Restate exactly the lines from the top of the listing below to the line containing "Energy statistics.Estimate"; the remaining lines are not wanted.

[Records for this exercise]
----

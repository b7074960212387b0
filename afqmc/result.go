package afqmc

import (
	"math"

	"leadline/afqmc/statistics"
)

// Status says how a run ended.
type Status string

const (
	StatusComplete    Status = "complete"
	StatusTarget      Status = "target_reached"
	StatusInterrupted Status = "interrupted"
)

// Result is what a run gives: an energy with its error and, beside it, what
// makes it doubtful.
type Result struct {
	Status Status
	// Sampled is false where the run ended before any row was sampled: then
	// there is no energy.
	Sampled bool
	// Energy is the mixed estimate Σ W Re E_L / Σ W with its statistical error;
	// time step, population size and the constraint's bias are not in it.
	Energy statistics.Estimate
	// Autocorrelation is τ = ½ + Σρ in imaginary time.
	Autocorrelation float64
	// Time is the imaginary time whose rows were used, Discarded what the
	// equilibration check left out beyond the job's equilibration.
	Time, Discarded float64
	// TrialEnergy is ⟨Ψ_T|H|Ψ_T⟩/⟨Ψ_T|Ψ_T⟩ and TrialSpinSquared its ⟨S²⟩; NaN
	// where the trial cannot give them.
	TrialEnergy, TrialSpinSquared float64
	Figures                       Figures
	Warnings                      []Warning
}

// Figures are the numbers behind the diagnostics.
type Figures struct {
	OverlapDeviation float64 // largest |O_stored/O − 1|
	Capped           float64 // fraction of walker-steps with bounded hybrid energy
	Bounded          float64 // fraction with a bounded force-bias component
	Killed           float64 // fraction killed by the constraint
	Efficiency       float64 // mean effective fraction of walkers at population control
	PhaseDiffusion   float64 // ⟨(arg R)²⟩/τ
	Local            statistics.Spread
	TailSamples      int     // local energies in the tail that the Hill exponent is from
	Drift            float64 // |E_2nd half − E_1st half| / (2 error)
	Imaginary        float64 // Σ W Im E_L / Σ W
	Growth           float64 // mean growth energy
}

// samples keeps the rows after equilibration and a bounded selection of local
// energies.
type samples struct {
	numerator, weight, growth, imaginary []float64
	local                                []float64
	stride, offset                       int
}

const mostLocal = 2_000_000 // local energies kept for the tail diagnostics

func newSamples(walkers, rows int) *samples {
	s := &samples{stride: 1 + walkers*rows/mostLocal}
	rows = min(rows, 1<<20)
	for _, column := range []*[]float64{&s.numerator, &s.weight, &s.growth, &s.imaginary} {
		*column = make([]float64, 0, rows)
	}
	s.local = make([]float64, 0, walkers*rows/s.stride+1)
	return s
}

func (s *samples) add(r Row, w *Walk) {
	s.numerator = append(s.numerator, r.Numerator)
	s.weight = append(s.weight, r.Weight)
	s.growth = append(s.growth, r.Growth)
	s.imaginary = append(s.imaginary, r.Imaginary)
	for i := s.offset; i < len(w.energy); i += s.stride {
		if w.State.Weight[i] > 0 {
			s.local = append(s.local, real(w.energy[i]))
		}
	}
	s.offset = (s.offset + 7) % s.stride
}

// reached reports whether the error is already within the target, looked at
// every targetEvery rows and only on series long enough for their error.
func (s *samples) reached(target float64) bool {
	if n := len(s.weight); n == 0 || n%targetEvery != 0 {
		return false
	}
	e := statistics.Ratio(s.numerator, s.weight)
	return !e.TooShort() && e.Error <= target
}

const targetEvery = 20

// trim returns how many rows at the start are still drifting: what the
// truncation rule proposes, if it differs from the rest by more than four
// combined standard errors (the rule picks the worst of many places).
func (s *samples) trim() int {
	n := len(s.weight)
	energies := make([]float64, n)
	for i := range energies {
		energies[i] = s.numerator[i] / s.weight[i]
	}
	d := statistics.Truncation(energies)
	if d == 0 {
		return 0
	}
	head := statistics.Ratio(s.numerator[:d], s.weight[:d])
	tail := statistics.Ratio(s.numerator[d:], s.weight[d:])
	// The head's error is taken from the tail's fluctuations: its own drift
	// would widen it.
	spread := tail.Error * math.Sqrt(1+float64(n-d)/float64(d))
	if math.Abs(head.Mean-tail.Mean) > 4*spread {
		return d
	}
	return 0
}

// analyse turns the samples into a result.
func (w *Walk) analyse(s *samples, status Status) *Result {
	interval := w.Options.TimeStep * float64(w.Options.every(MeasureInterval))
	r := &Result{Status: status, TrialEnergy: math.NaN(), TrialSpinSquared: math.NaN()}
	if e, ok := w.Guide.Expectations(); ok {
		r.TrialEnergy, r.TrialSpinSquared = e.Energy(w.Guide.Hamiltonian), e.SpinSquared()
	}
	r.Sampled = len(s.weight) > 0
	if !r.Sampled {
		r.Energy = statistics.Mean(nil)
		return r
	}
	cut := s.trim()
	num, den := s.numerator[cut:], s.weight[cut:]
	r.Energy = statistics.Ratio(num, den)
	r.Autocorrelation = r.Energy.Autocorrelation * interval
	r.Time, r.Discarded = float64(len(num))*interval, float64(cut)*interval

	total := w.State.Total
	total.add(w.State.Interval)
	steps := math.Max(1, float64(total.Steps))
	r.Figures = Figures{
		OverlapDeviation: w.State.Checks.OverlapDeviation,
		Capped:           float64(total.Capped) / steps,
		Bounded:          float64(total.Bounded) / steps,
		Killed:           float64(total.Killed) / steps,
		Efficiency:       total.Efficiency / math.Max(1, float64(total.Controls)),
		PhaseDiffusion:   total.Phase / steps / w.Options.TimeStep,
		Imaginary:        statistics.Mean(s.imaginary[cut:]).Mean,
		Growth:           statistics.Mean(s.growth[cut:]).Mean,
	}
	if half := len(num) / 2; half > 0 {
		first, second := statistics.Ratio(num[:half], den[:half]), statistics.Ratio(num[half:], den[half:])
		if r.Energy.Error > 0 {
			r.Figures.Drift = math.Abs(second.Mean-first.Mean) / (2 * r.Energy.Error)
		}
	}
	r.Figures.Local = statistics.Describe(s.local)
	r.Figures.TailSamples = int(statistics.TailFraction * float64(len(s.local)))
	r.Warnings = diagnose(w, r)
	return r
}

----

[Output of the exercise]
repository b7074960212387b0
filename afqmc/result.go
package afqmc

import (
	"math"

	"leadline/afqmc/statistics"
)

// Status says how a run ended.
type Status string

const (
	StatusComplete    Status = "complete"
	StatusTarget      Status = "target_reached"
	StatusInterrupted Status = "interrupted"
)

// Result is what a run gives: an energy with its error and, beside it, what
// makes it doubtful.
type Result struct {
	Status Status
	// Sampled is false where the run ended before any row was sampled: then
	// there is no energy.
	Sampled bool
	// Energy is the mixed estimate Σ W Re E_L / Σ W with its statistical error;
	// time step, population size and the constraint's bias are not in it.
	Energy statistics.Estimate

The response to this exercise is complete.